Our work focuses on the existence of invariant measures of the autonomous fractional stochastic delay Ginzburg-Landau equations on $\mathbb{R}^n$ :

$\begin{array}{c} du(t) + {(1+\text{i}\nu)(-\Delta)^\alpha u(t)}dt +(1+\text{i}\mu)|u(t)|^{2\beta}u(t)dt+{\lambda u(t)}dt = G(x,u(t-\rho))dt, \\ +\sum\limits_{k = 1}^\infty\left(\sigma_{1,k}(x)+\kappa(x)\sigma_{2,k}(u(t))\right)dW_k(t),\ t > 0, \end{array}$

(1.1)

with initial condition

$\begin{align} u(s) = \varphi(s),\quad s\in [-\rho,0], \end{align}$

(1.2)

where $u(x, t)$ is a complex-valued function on $\mathbb{R}^{n}\times [0, +\infty)$ . In (1.1), $\text{i}$ is the imaginary unit, $\alpha, \beta, \mu, \nu$ and $\lambda$ are real constants with $\beta > 0, \lambda > 0$ and $\rho > 0$ . ${(-\Delta})^{\alpha}$ with $0 < \alpha < 1$ is the fractional Laplace operator, $\sigma_{1, k}(x)\in L^2(\mathbb{R}^n)$ and $\sigma_{2, k}(u):\mathbb{C}\rightarrow \mathbb{R}$ are nonlinear functions, $\kappa(x)\in L^2(\mathbb{R}^n)\bigcap L^\infty(\mathbb{R}^n)$ and $\{W_k\}_{k = 1}^\infty$ is a sequence of independent standard real-valued Wiener process on a complete filtered probability space $(\Omega$ , $\mathcal {F}$ , $\{{\mathcal {F}}_{t}\}_{t\in \mathbb{R}}, P)$ , where $\{\mathcal {F}_t\}_{t\in\mathbb{R}}$ is an increasing right continuous family of sub- $\sigma$ -algebras of $\mathcal F$ that contains all $P$ -null sets.

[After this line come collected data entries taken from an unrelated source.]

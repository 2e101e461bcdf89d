import { useState } from 'react';
import type { ColumnDef } from '@tanstack/react-table';
import { Alert, AlertTitle, Box, Typography } from '@mui/material';
import { DataTable } from '../../../components/ui/data-table.js';
import { EmptyState } from '../../../components/ui/empty-state.js';
import { ApiError } from '../../../lib/api-client.js';
import type { MailboxMessageSummary } from '@linkloom/shared';
import { useMailbox } from '../api/get-mailbox.js';
import { MessageReader } from './message-reader.js';

interface MailboxPanelProps {
  page: number;
  pageSize: number;
  onPageChange: (page: number) => void;
  onPageSizeChange: (pageSize: number) => void;
}

const columns: ColumnDef<MailboxMessageSummary, unknown>[] = [
  { id: 'to', header: 'To', enableSorting: false, cell: ({ row }) => row.original.to.join(', ') },
  // Rendered as a React text node: a subject can never become markup.
  { id: 'subject', header: 'Subject', enableSorting: false, cell: ({ row }) => row.original.subject || '(no subject)' },
  { id: 'receivedAt', header: 'Received', enableSorting: false, cell: ({ row }) => new Date(row.original.receivedAt).toLocaleString() },
];

/** The messages the built-in mailbox caught, with a reading pane beside the list. */
export function MailboxPanel({ page, pageSize, onPageChange, onPageSizeChange }: MailboxPanelProps) {
  const mailbox = useMailbox(page, pageSize);
  const [openId, setOpenId] = useState<string | null>(null);

  if (mailbox.error instanceof ApiError && mailbox.error.code === 'MAILBOX_OFF') {
    return (
      <Alert severity="info" variant="outlined">
        <AlertTitle>The local mailbox is off</AlertTitle>
        Linkloom sends mail through the server named in SMTP_URL, so messages are read in that mail system. The Delivery tab still shows
        whether each one was sent.
      </Alert>
    );
  }

  return (
    <Box sx={{ display: 'grid', gap: 2, gridTemplateColumns: { xs: '1fr', lg: 'minmax(0, 1fr) minmax(0, 1fr)' }, alignItems: 'start' }}>
      <DataTable
        label="Caught messages"
        columns={columns}
        data={mailbox.data?.items}
        total={mailbox.data?.total ?? 0}
        page={page}
        pageSize={pageSize}
        sort=""
        onSortChange={() => undefined}
        onPageChange={onPageChange}
        onPageSizeChange={onPageSizeChange}
        loading={mailbox.isLoading}
        error={mailbox.error}
        onRetry={() => mailbox.refetch()}
        rowId={(m) => m.id}
        onRowClick={(m) => setOpenId(m.id)}
        toolbar={
          <Typography variant="body2" color="text.secondary">
            Click a message or press Enter on it to read it.
          </Typography>
        }
        emptyState={
          <EmptyState
            title="No mail caught yet"
            hint="Messages appear here once Linkloom sends one, e.g. a nightly digest or a task assignment. On the Delivery tab, “Send due mail now” sends what is waiting."
          />
        }
      />
      <MessageReader key={openId ?? 'none'} messageId={openId} />
    </Box>
  );
}
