"""Parameter studies: one base model, an opening moved over a grid of positions and any
numeric value of the model swept over a list, every variant solved and tabulated.

Stages, one module each:

- `file.py`     read and validate the study file (TOML) -> `Study`
- `paths.py`    plain paths ("load.imposed.value") to numeric values of a model's data
- `variants.py` grid positions, skip reasons (shapely predicates), the variant model data
- `order.py`    the order variants are solved in, each after a solved neighbour whose lines it reuses
- `run.py`      fingerprints, the resume store, local or Dask execution -> `Row`s
- `outputs.py`  study.csv, map.png, line plots and study.html (Jinja2 template)

Units: m, kN, kNm/m, kPa, as in the model file.
May import: `hingeline.model`, `hingeline.solve`, `hingeline.outputs`, `hingeline.result`,
`hingeline.errors`; Dask only lazily, inside `run.py`.
"""
from .file import Study, StudyError, read_study
from .run import Row, SolveOptions, run_study
from .variants import Skipped, Variant, build_variants

__all__ = ["Row", "Skipped", "SolveOptions", "Study", "StudyError", "Variant", "build_variants",
           "read_study", "run_study"]
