"""The drawings of a study: the map of the load factor against the moving opening's
position, and line plots of the load factor against each swept value.

Map (one panel per size factor and combination of swept values): each grid cell coloured by
the load factor of the variant with the opening's centroid there, the contour where it equals
the study's target, the cells where it reaches the target hatched (the opening may go there,
as far as flexure goes), skipped positions marked x; the slab, its other openings and its
supports drawn over it, and the moving opening at its given position dashed.

Line plots: the load factor (solid) and the lower bound (dashed) against one swept value
(or the size factor); with a moving opening, the lowest over all positions (the governing
position) at each value; one line per combination of the other swept values (at most
MAX_LINES).

Units: m in plan; load factors dimensionless.
May import: numpy, matplotlib (Figure and Agg only), `hingeline.outputs` (drawing helpers).
"""
from __future__ import annotations

import io
import itertools
import math

import numpy as np
from matplotlib.collections import PatchCollection
from matplotlib.lines import Line2D
from matplotlib.patches import Patch, Rectangle
from matplotlib.patches import Polygon as MplPolygon

from ..outputs.drawing import add_caution_footer, closed_ring, file_figure
from ..outputs.plan import draw_openings, draw_outline, draw_supports
from ..outputs.result_json import hingeline_version
from .run import SOLVED, Row

MAX_PANELS = 12
MAX_LINES = 8
DPI = 150


def _png(fig) -> bytes:
    add_caution_footer(fig)
    buf = io.BytesIO()
    fig.savefig(buf, format="png", dpi=DPI, metadata={"Creator": f"hingeline {hingeline_version()}"})
    return buf.getvalue()


def _same(a, b) -> bool:
    return a == b or (a is not None and b is not None and math.isclose(a, b, abs_tol=1e-12))


def panels(study, rows: list[Row]) -> list[tuple[float | None, tuple[float, ...]]]:
    """(scale, swept values) of each map panel, in study order."""
    scales = study.move.scale or (None,)
    combos = list(itertools.product(*(s.values for s in study.sweeps)))
    return [(sc, vals) for vals in combos for sc in scales]


def panel_label(study, scale, values) -> str:
    parts = [] if scale is None else [f"size x{scale:g}"]
    parts += [f"{s.key} = {v:g}" for s, v in zip(study.sweeps, values)]
    return ", ".join(parts)


def grid_values(xs: np.ndarray, ys: np.ndarray, rows: list[Row], scale, values) -> np.ndarray:
    """(len(ys), len(xs)) load factors of the solved rows of one panel; NaN elsewhere."""
    z = np.full((len(ys), len(xs)), np.nan)
    for r in rows:
        if r.status == SOLVED and _same(r.scale, scale) and r.values == tuple(values):
            z[int(np.argmin(np.abs(ys - r.y))), int(np.argmin(np.abs(xs - r.x)))] = r.load_factor
    return z


def _cell_edges(a: np.ndarray, step: float) -> np.ndarray:
    return np.concatenate([a - 0.5 * step, [a[-1] + 0.5 * step]])


def _draw_slab(ax, study) -> None:
    m = study.model
    outline = np.asarray(m.slab.outline)
    size = float(max(outline.max(axis=0) - outline.min(axis=0)))
    draw_outline(ax, outline, m.slab.edges, size)
    moving = study.move.opening
    draw_openings(ax, tuple(op for k, op in enumerate(m.slab.openings) if moving != k + 1))
    draw_supports(ax, m)
    ring = closed_ring(np.asarray(study.move.polygon))
    ax.plot(ring[:, 0], ring[:, 1], color="0.25", lw=1.0, ls=(0, (2, 2)), zorder=6)
    ax.set_aspect("equal")
    ax.set_xlabel("x (m)")
    ax.set_ylabel("y (m)")


def map_png(study, plan, rows: list[Row]) -> bytes:
    """PNG bytes of the map (see the module docstring)."""
    xs, ys, step, target = plan.xs, plan.ys, study.move.step, study.target
    keys = panels(study, rows)[:MAX_PANELS]
    grids = [grid_values(xs, ys, rows, sc, vals) for sc, vals in keys]
    finite = np.concatenate([g[np.isfinite(g)] for g in grids]) if grids else np.empty(0)
    vmin, vmax = (float(finite.min()), float(finite.max())) if finite.size else (0.0, 1.0)
    ncols = min(len(keys), 2)
    nrows = math.ceil(len(keys) / ncols)
    fig = file_figure((7.0 * ncols * 0.8 + 1.2, 5.0 * nrows * 0.8 + 0.8))
    axes = fig.subplots(nrows, ncols, squeeze=False).ravel()
    mesh = None
    for ax, (sc, vals), z in zip(axes, keys, grids):
        # Cells are a step wide; clip them to the slab so that none seems to lie beyond its edge.
        slab = MplPolygon(np.asarray(study.model.slab.outline), closed=True, transform=ax.transData)
        mesh = ax.pcolormesh(_cell_edges(xs, step), _cell_edges(ys, step), np.ma.masked_invalid(z),
                             cmap="viridis", vmin=vmin, vmax=vmax, zorder=1, clip_path=slab)
        ok = np.argwhere(z >= target)
        if len(ok):
            cells = [Rectangle((xs[j] - step / 2, ys[i] - step / 2), step, step) for i, j in ok]
            ax.add_collection(PatchCollection(cells, facecolor="none", edgecolor="white", hatch="//",
                                              linewidth=0.0, zorder=2, clip_path=slab))
        zm = np.ma.masked_invalid(z)
        if min(z.shape) >= 2 and zm.count() and zm.min() < target < zm.max():
            ax.contour(xs, ys, zm, levels=[target], colors="red", linewidths=2.0, zorder=3)
        gone = [(r.x, r.y) for r in rows if r.status != SOLVED and _same(r.scale, sc)
                and (not r.values or r.values == tuple(vals))]
        if gone:
            gx, gy = np.array(gone).T
            ax.plot(gx, gy, "x", color="0.35", ms=4, mew=0.8, zorder=7)
        _draw_slab(ax, study)
        ax.set_title(panel_label(study, sc, vals) or "load factor by opening position", fontsize=9)
    for ax in axes[len(keys):]:
        ax.set_axis_off()
    if mesh is not None:
        fig.colorbar(mesh, ax=list(axes[:len(keys)]), label="load factor (upper bound)", shrink=0.8)
    handles = [Line2D([], [], color="red", lw=2, label=f"load factor = {target:g} (target)"),
               Patch(facecolor="0.6", edgecolor="white", hatch="//", label=f"load factor ≥ {target:g}: opening may go here"),
               Line2D([], [], color="0.35", marker="x", ls="", label="position skipped or failed"),
               Line2D([], [], color="0.25", ls=(0, (2, 2)), label="opening as given")]
    fig.legend(handles=handles, loc="outside upper center", ncols=2, fontsize=8)
    if len(panels(study, rows)) > MAX_PANELS:
        fig.suptitle(f"first {MAX_PANELS} of {len(panels(study, rows))} panels; all values in study.csv",
                     fontsize=8)
    return _png(fig)


def _dimensions(study) -> list[tuple[str, tuple[float, ...], int | None]]:
    """(label, values, sweep index or None for the size factor) of each one-parameter line plot."""
    out = []
    if study.move is not None and len(study.move.scale) >= 2:
        out.append(("size factor of the moving opening", study.move.scale, None))
    out += [(s.key, s.values, i) for i, s in enumerate(study.sweeps) if len(s.values) >= 2]
    return out


def _governing(rows: list[Row], pick) -> tuple[float, float]:
    """(lowest load factor, lowest lower bound) over the solved rows that `pick` accepts."""
    sel = [r for r in rows if r.status == SOLVED and pick(r)]
    lf = min((r.load_factor for r in sel), default=math.nan)
    lb = min((r.lower_bound if r.lower_bound is not None else math.nan for r in sel), default=math.nan)
    return lf, lb


def line_plots(study, rows: list[Row]) -> dict[str, bytes]:
    """{file name: PNG bytes}: sweep-<k>.png per sweep with two or more values (k from 1, as in
    the study file) and scale.png for two or more size factors."""
    out = {}
    moving = study.move is not None
    for label, values, index in _dimensions(study):
        others = [(i, s.values) for i, s in enumerate(study.sweeps) if i != index]
        scales = (study.move.scale or (None,)) if (moving and index is not None) else (None,)
        combos = list(itertools.product(scales, *(v for _, v in others)))[:MAX_LINES]
        fig = file_figure((7.0, 4.5))
        ax = fig.add_subplot()
        for combo in combos:
            sc, fixed = combo[0], combo[1:]

            def pick(r, value, sc=sc, fixed=fixed):
                here = _same(r.scale, value) if index is None else (_same(r.values[index], value)
                                                                      and _same(r.scale, sc))
                return here and all(_same(r.values[i], f) for (i, _), f in zip(others, fixed))

            pts = np.array([_governing(rows, lambda r, v=v: pick(r, v)) for v in values])
            name = ", ".join([*([] if sc is None else [f"size x{sc:g}"]),
                              *(f"{study.sweeps[i].key} = {f:g}" for (i, _), f in zip(others, fixed))])
            line, = ax.plot(values, pts[:, 0], "o-", label=name or "load factor")
            if np.isfinite(pts[:, 1]).any():
                ax.plot(values, pts[:, 1], "s--", color=line.get_color(), mfc="none", lw=1.0)
        ax.axhline(study.target, color="red", lw=1.0, ls=":", label=f"target {study.target:g}")
        ax.set_xlabel(label)
        ax.set_ylabel("load factor" + (" (lowest over positions)" if moving else ""))
        ax.set_title("load factor (solid, upper bound) and lower bound (dashed)", fontsize=9)
        ax.grid(True, lw=0.3)
        ax.legend(fontsize=7)
        out["scale.png" if index is None else f"sweep-{index + 1}.png"] = _png(fig)
    return out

The Ginzburg-Landau equation with fractional derivative was first introduced in ^[2]. There is a large amount of literature which was used for investigating fractional deterministic Ginzburg-Landau equations such as ^[1] and stochastic equations such as ^{[11,12,13,14,15,16,17]}. These papers had respectively researched the long-time deterministic as well as random dynamical systems of fractional equations with autonomous forms and non-autonomous forms. However, in spite of quite a lot of contribution of the works, no result is provided for the existence of pathwise pullback random attractors and invariant measures for the delay stochastic Ginzburg-Landau equations.

The delay differential equations ^[18] was described the dynamical systems that rely on current and past historical states. For the past few years, researchers had made great progress in the study of linear and nonlinear delay differential equations, see ^[20,21]. Delay differential equations are widely used in many fields, so investigating the solutions of equations has profound significance. Therefore, it's necessary that we establish the dynamics of delay stochastic Ginzburg-Landau equations.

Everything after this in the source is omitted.